**What to work on**
Search the material for the word "hour" and copy each line that holds it.

**Exercise material**
+---+

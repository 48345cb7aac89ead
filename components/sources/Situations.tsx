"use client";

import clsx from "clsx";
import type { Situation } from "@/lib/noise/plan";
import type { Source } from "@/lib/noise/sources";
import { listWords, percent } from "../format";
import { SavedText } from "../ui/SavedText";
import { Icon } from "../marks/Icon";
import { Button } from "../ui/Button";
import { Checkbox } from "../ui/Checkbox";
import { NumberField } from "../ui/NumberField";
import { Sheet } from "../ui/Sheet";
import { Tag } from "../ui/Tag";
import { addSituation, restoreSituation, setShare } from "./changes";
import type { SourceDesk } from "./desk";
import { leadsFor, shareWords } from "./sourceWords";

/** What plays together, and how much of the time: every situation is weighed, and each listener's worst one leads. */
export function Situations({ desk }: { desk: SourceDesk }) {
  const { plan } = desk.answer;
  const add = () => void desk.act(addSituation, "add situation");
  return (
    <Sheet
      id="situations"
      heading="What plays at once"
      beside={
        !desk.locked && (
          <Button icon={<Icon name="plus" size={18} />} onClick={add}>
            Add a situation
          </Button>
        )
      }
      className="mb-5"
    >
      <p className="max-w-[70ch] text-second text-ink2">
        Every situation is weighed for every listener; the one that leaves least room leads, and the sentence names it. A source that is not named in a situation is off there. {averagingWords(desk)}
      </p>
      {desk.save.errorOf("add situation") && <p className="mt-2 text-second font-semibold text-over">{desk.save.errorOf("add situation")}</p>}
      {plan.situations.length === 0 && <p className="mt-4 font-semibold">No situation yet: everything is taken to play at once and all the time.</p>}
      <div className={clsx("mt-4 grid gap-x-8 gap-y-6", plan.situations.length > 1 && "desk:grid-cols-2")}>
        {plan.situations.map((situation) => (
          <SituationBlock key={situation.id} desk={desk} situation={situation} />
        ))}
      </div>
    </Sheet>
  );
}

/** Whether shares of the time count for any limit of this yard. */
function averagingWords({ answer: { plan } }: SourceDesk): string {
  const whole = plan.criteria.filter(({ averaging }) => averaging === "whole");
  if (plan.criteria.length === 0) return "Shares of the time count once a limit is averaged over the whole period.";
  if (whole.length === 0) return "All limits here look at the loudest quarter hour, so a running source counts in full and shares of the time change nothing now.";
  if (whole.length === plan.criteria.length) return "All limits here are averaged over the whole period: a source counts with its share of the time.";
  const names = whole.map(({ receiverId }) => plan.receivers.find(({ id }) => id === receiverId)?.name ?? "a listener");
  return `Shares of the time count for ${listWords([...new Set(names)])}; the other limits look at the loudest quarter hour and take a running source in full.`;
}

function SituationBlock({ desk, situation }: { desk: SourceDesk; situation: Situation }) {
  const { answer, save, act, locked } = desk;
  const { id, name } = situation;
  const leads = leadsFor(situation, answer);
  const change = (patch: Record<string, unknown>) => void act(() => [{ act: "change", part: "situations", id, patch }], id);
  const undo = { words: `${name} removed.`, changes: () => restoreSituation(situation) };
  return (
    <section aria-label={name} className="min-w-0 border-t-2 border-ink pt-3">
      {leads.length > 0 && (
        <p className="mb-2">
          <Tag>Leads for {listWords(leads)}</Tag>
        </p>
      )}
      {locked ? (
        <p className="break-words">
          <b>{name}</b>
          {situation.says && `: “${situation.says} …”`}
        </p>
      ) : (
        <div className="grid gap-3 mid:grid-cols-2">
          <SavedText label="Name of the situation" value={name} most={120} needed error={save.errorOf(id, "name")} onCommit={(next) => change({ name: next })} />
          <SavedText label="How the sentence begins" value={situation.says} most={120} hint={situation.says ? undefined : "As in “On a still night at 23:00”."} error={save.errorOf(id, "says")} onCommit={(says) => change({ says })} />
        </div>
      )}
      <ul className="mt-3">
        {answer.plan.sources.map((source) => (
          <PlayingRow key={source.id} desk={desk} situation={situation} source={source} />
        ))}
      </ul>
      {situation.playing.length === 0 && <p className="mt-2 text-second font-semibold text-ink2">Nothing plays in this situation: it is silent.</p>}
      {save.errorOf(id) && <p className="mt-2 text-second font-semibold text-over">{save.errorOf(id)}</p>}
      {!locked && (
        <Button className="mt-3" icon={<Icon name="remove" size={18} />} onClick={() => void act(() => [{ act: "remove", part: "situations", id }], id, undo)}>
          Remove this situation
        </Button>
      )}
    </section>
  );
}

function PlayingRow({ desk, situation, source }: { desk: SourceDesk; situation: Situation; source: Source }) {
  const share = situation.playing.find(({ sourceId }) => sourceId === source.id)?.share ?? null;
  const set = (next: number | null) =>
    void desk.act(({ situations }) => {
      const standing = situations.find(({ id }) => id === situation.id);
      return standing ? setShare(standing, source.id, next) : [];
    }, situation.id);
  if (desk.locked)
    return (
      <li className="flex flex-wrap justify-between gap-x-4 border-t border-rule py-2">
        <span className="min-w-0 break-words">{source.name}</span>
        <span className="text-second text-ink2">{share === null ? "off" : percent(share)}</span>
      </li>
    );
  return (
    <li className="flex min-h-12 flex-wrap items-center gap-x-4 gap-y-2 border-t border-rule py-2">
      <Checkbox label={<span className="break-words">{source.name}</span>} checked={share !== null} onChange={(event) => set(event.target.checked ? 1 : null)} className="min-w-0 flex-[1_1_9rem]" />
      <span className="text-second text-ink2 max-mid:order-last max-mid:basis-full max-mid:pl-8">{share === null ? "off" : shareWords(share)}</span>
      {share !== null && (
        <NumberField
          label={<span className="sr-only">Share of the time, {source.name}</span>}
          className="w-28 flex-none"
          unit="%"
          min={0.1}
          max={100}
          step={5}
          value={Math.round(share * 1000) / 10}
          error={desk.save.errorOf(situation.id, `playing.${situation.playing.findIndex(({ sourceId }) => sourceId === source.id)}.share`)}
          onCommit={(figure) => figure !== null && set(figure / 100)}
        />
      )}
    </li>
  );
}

+---+

**Result of the exercise**
  if (whole.length === 0) return "All limits here look at the loudest quarter hour, so a running source counts in full and shares of the time change nothing now.";
  return `Shares of the time count for ${listWords([...new Set(names)])}; the other limits look at the loudest quarter hour and take a running source in full.`;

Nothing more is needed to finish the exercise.